Anästhetika Kompakt

Kurzüberblick über gebräuchliche Anästhetika mit ihren Vor- und Nachteilen sowie Hinweise zur Auswahl je nach Patientenzustand und OP-Typ.

Narkosemittel

Volatile Anästhetika (Inhalationsanästhetika)

  • Sevofluran 
    • Vorteile: Geringe Atemwegsirritation, schnelle An- und Abflutung, gute Steuerbarkeit, hämodynamisch stabil (vorteilhaft bei kardialen Risikopatienten)
    • Nachteile: Schwache Analgesie, theoretisch nephrotoxisch im Tierversuch, keine Hinweise auf Toxizität beim Menschen
  • Desfluran 
    • Vorteile: Sehr kurze An- und Abflutungszeit
    • Nachteile: Atemwegsreizend, nicht zur inhalativen Narkoseeinleitung geeignet, geringe analgetische Wirkung
      Hinweis: Alle volatilen Anästhetika können den intrakraniellen Druck (ICP) erhöhen und sind bei maligner Hyperthermie kontraindiziert.

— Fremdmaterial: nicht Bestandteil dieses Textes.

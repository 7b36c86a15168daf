using CouplingWatch.Numerics.Sequences;
using CsCheck;

namespace CouplingWatch.Numerics.Tests.Sequences;

public class OrderStatisticsTests
{
    private static readonly Gen<double[]> Values = Gen.Double[-1e3, 1e3].Array[1, 40];

    [Theory]
    [InlineData(0.0, 1.0)]
    [InlineData(0.1, 1.3)]
    [InlineData(0.5, 2.5)]
    [InlineData(0.9, 3.7)]
    [InlineData(1.0, 4.0)]
    public void Quantiles_interpolate_at_n_minus_one_times_p(double p, double expected) =>
        Assert.Equal(expected, Quantile.Of([4, 1, 3, 2], p), 1e-12);

    [Fact]
    public void Quantiles_rise_with_p_stay_inside_and_leave_the_input_alone() => Values.Sample(values =>
    {
        double[] before = [.. values];
        double low = Quantile.Of(values, 0.1), middle = Quantile.Median(values), high = Quantile.Of(values, 0.9);
        Assert.True(values.Min() <= low && low <= middle && middle <= high && high <= values.Max());
        Assert.Equal(before, values);
    });

    [Fact]
    public void Median_and_spread_follow_shift_and_scale() => Values.Sample(values =>
    {
        double[] moved = [.. values.Select(v => (-4 * v) + 16)];
        Assert.Equal((-4 * Quantile.Median(values)) + 16, Quantile.Median(moved), 1e-9);
        Assert.Equal(4 * Quantile.MedianAbsoluteDeviation(values), Quantile.MedianAbsoluteDeviation(moved), 1e-9);
    });

    [Fact]
    public void Nothing_and_not_a_number_give_not_a_number()
    {
        Assert.True(double.IsNaN(Quantile.Median([])));
        Assert.True(double.IsNaN(Quantile.Of([1, double.NaN, 2], 0.9)));
        Assert.True(double.IsNaN(Quantile.MedianAbsoluteDeviation([1, double.NaN])));
        Assert.Equal(double.PositiveInfinity, Quantile.Of([1, double.PositiveInfinity, double.PositiveInfinity], 0.75));
        Assert.Throws<ArgumentOutOfRangeException>(() => Quantile.Of([1], 1.5));
    }

    [Fact]
    public void More_values_than_fit_the_stack_give_the_same_answer()
    {
        double[] values = [.. Enumerable.Range(0, 1001).Select(i => (double)(i * 617 % 1001))];
        Assert.Equal(500, Quantile.Median(values));
        Assert.Equal(250, Quantile.MedianAbsoluteDeviation(values));
    }

    [Fact]
    public void A_sorted_window_agrees_with_sorting_afresh() => Gen.Select(Gen.Int[1, 12], Gen.Int[0, 5].Array[0, 60]).Sample((capacity, values) =>
    {
        var window = new SortedWindow(capacity);
        for (int i = 0; i < values.Length; i++)
        {
            window.Add(values[i]);
            double[] latest = [.. values[Math.Max(0, i + 1 - capacity)..(i + 1)].Select(v => (double)v)];
            Assert.Equal(latest.Order(), window.Rising.ToArray());
            Assert.Equal(Quantile.Of(latest, 0.3), window.Quantile(0.3));
            Assert.Equal(Quantile.Median(latest), window.Median);
        }
    });

    [Fact]
    public void A_ring_window_holds_the_latest_in_order()
    {
        var window = new RingWindow(3);
        Assert.Equal((0, 3, false), (window.Count, window.Capacity, window.IsFull));
        foreach (double value in new[] { 1.0, 2, 3, 4, 5 }) window.Add(value);
        Assert.Equal((3.0, 5.0, 5.0), (window[0], window[2], window.Newest));
        double[] newest = new double[2];
        Assert.Equal(2, window.CopyNewest(newest));
        Assert.Equal([4, 5], newest);
        Assert.Throws<ArgumentOutOfRangeException>(() => window[3]);
        window.Clear();
        Assert.Equal(0, window.CopyNewest(newest));
        Assert.Throws<ArgumentOutOfRangeException>(() => new RingWindow(0));
    }

    [Fact]
    public void Slopes_follow_scale_and_tilt() => Gen.Double[-10, 10].Array[2, 20].Sample(values =>
    {
        TheilSen fit = TheilSen.Of(values);
        TheilSen tilted = TheilSen.Of([.. values.Select((v, i) => (2 * v) + (0.5 * i))]);
        Assert.Equal((2 * fit.Slope) + 0.5, tilted.Slope, 1e-9);
        Assert.Equal((2 * fit.Low) + 0.5, tilted.Low, 1e-9);
        Assert.Equal((2 * fit.High) + 0.5, tilted.High, 1e-9);
        Assert.True(fit.Low <= fit.Slope && fit.Slope <= fit.High);
    });

    [Fact]
    public void Slopes_of_nothing_one_or_bad_values_are_not_numbers()
    {
        Assert.True(double.IsNaN(TheilSen.Of([]).Slope));
        Assert.True(double.IsNaN(TheilSen.SlopeOf([3])));
        Assert.True(double.IsNaN(TheilSen.SlopeOf([1, double.NaN, 3])));
        Assert.Throws<ArgumentException>(() => TheilSen.Of([1], [1, 2]));
    }

    [Fact]
    public void Short_slopes_and_quantiles_allocate_nothing()
    {
        double[] values = [.. Enumerable.Range(0, 16).Select(i => Math.Sin(i))];
        var window = new SortedWindow(16);
        double sum = Once();
        long before = GC.GetAllocatedBytesForCurrentThread();
        for (int i = 0; i < 1000; i++) sum += Once();
        Assert.Equal(0, GC.GetAllocatedBytesForCurrentThread() - before);
        Assert.True(double.IsFinite(sum));

        double Once()
        {
            window.Add(values[5]);
            return TheilSen.Of(values).Slope + TheilSen.SlopeOf(values) + Quantile.Of(values, 0.9) + Quantile.MedianAbsoluteDeviation(values) + window.Quantile(0.1);
        }
    }

    [Fact]
    public void A_sum_refuses_not_a_number_and_bad_settings()
    {
        var cusum = new Cusum(0, 1);
        cusum.Add(3);
        Assert.Throws<ArgumentException>(() => cusum.Add(double.NaN));
        Assert.Equal(2.5, cusum.High);
        cusum.Reset();
        Assert.Equal((0.0, 0.0, 0, 0), (cusum.High, cusum.Low, cusum.HighRun, cusum.LowRun));
        Assert.True(double.IsNaN(cusum.ShiftedMeanHigh));
        Assert.Throws<ArgumentOutOfRangeException>(() => new Cusum(0, 0));
        Assert.Throws<ArgumentOutOfRangeException>(() => new Ewma(0, 1, 0));
        Assert.Throws<ArgumentException>(() => new Ewma(0, 1, 0.5).Add(double.NaN));
        Assert.Throws<ArgumentException>(() => MannKendall.Of([1, double.NaN]));
    }

    [Fact]
    public void Two_down_and_two_up_sides_mirror_each_other() => Gen.Double[-3, 3].Array[1, 30].Sample(values =>
    {
        Cusum plain = new(0, 1), mirrored = new(0, 1);
        foreach (double value in values)
        {
            plain.Add(value);
            mirrored.Add(-value);
        }
        Assert.Equal((plain.High, plain.Low, plain.HighRun, plain.LowRun), (mirrored.Low, mirrored.High, mirrored.LowRun, mirrored.HighRun));
    });
}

Intravenöse Anästhetika (IV-Anästhetika)

  • Propofol 
    • Vorteile: Schnelles Erwachen, antiemetisch, senkt ICP, starke Dämpfung der Atemwegsreflexe, geeignet für TIVA (totale intravenöse Anästhesie)
    • Nachteile: Injektionsschmerz, Risiko für Infektionen (Lipidemulsion), ausgeprägte Kreislaufdämpfung
  • Thiopental 
    • Vorteile: Erhöht Krampfschwelle, senkt ICP
    • Nachteile: Kreislaufdämpfung, Porphyrieauslösung, Histaminfreisetzung, Gewebsnekrosen bei Paravasation
  • Etomidat 
    • Vorteile: Kaum Herz-Kreislauf-Wirkung, keine Histaminfreisetzung
    • Nachteile: Venenschmerzen, Myoklonien, Hemmung der Kortisolsynthese, keine Analgesie
  • Ketamin  
    • Vorteile: Verschiedene Applikationswege, Schutzreflexe bleiben erhalten, Kreislaufstimulation (gut bei Hypovolämie)
    • Nachteile: Dissoziative Anästhesie, Halluzinationen, ICP/IOP-Anstieg, vermehrte Sekretion, ungünstig bei KHK/Hypertonie

Opiate und Opioide

  • Morphin 
    • Vorteile: Lange Wirkdauer, lindert Atemnot
    • Nachteile: Langsamer Wirkeintritt, Kumulation bei Niereninsuffizienz
  • Fentanyl 
    • Vorteile: Sehr potent, geringe Kreislaufwirkung, keine Leber-/Nierentoxizität
    • Nachteile: Kumulation bei wiederholter Gabe, Atemdepression
  • Sufentanil, Alfentanil, Remifentanil, Dipidolor 
    • Je nach Substanz: Unterschiedliche Potenz, Wirkdauer und Kumulationsgefahr, spezielle Einsatzgebiete (z.B. Remifentanil für TIVA)

Muskelrelaxantien

Weitere wichtige Medikamente

Hinweise:

  • Die Auswahl des Anästhetikums richtet sich nach Patientenzustand, Begleiterkrankungen und OP-Typ.
  • Viele Medikamente haben spezifische Nebenwirkungen und Kontraindikationen, die bei der Auswahl berücksichtigt werden müssen.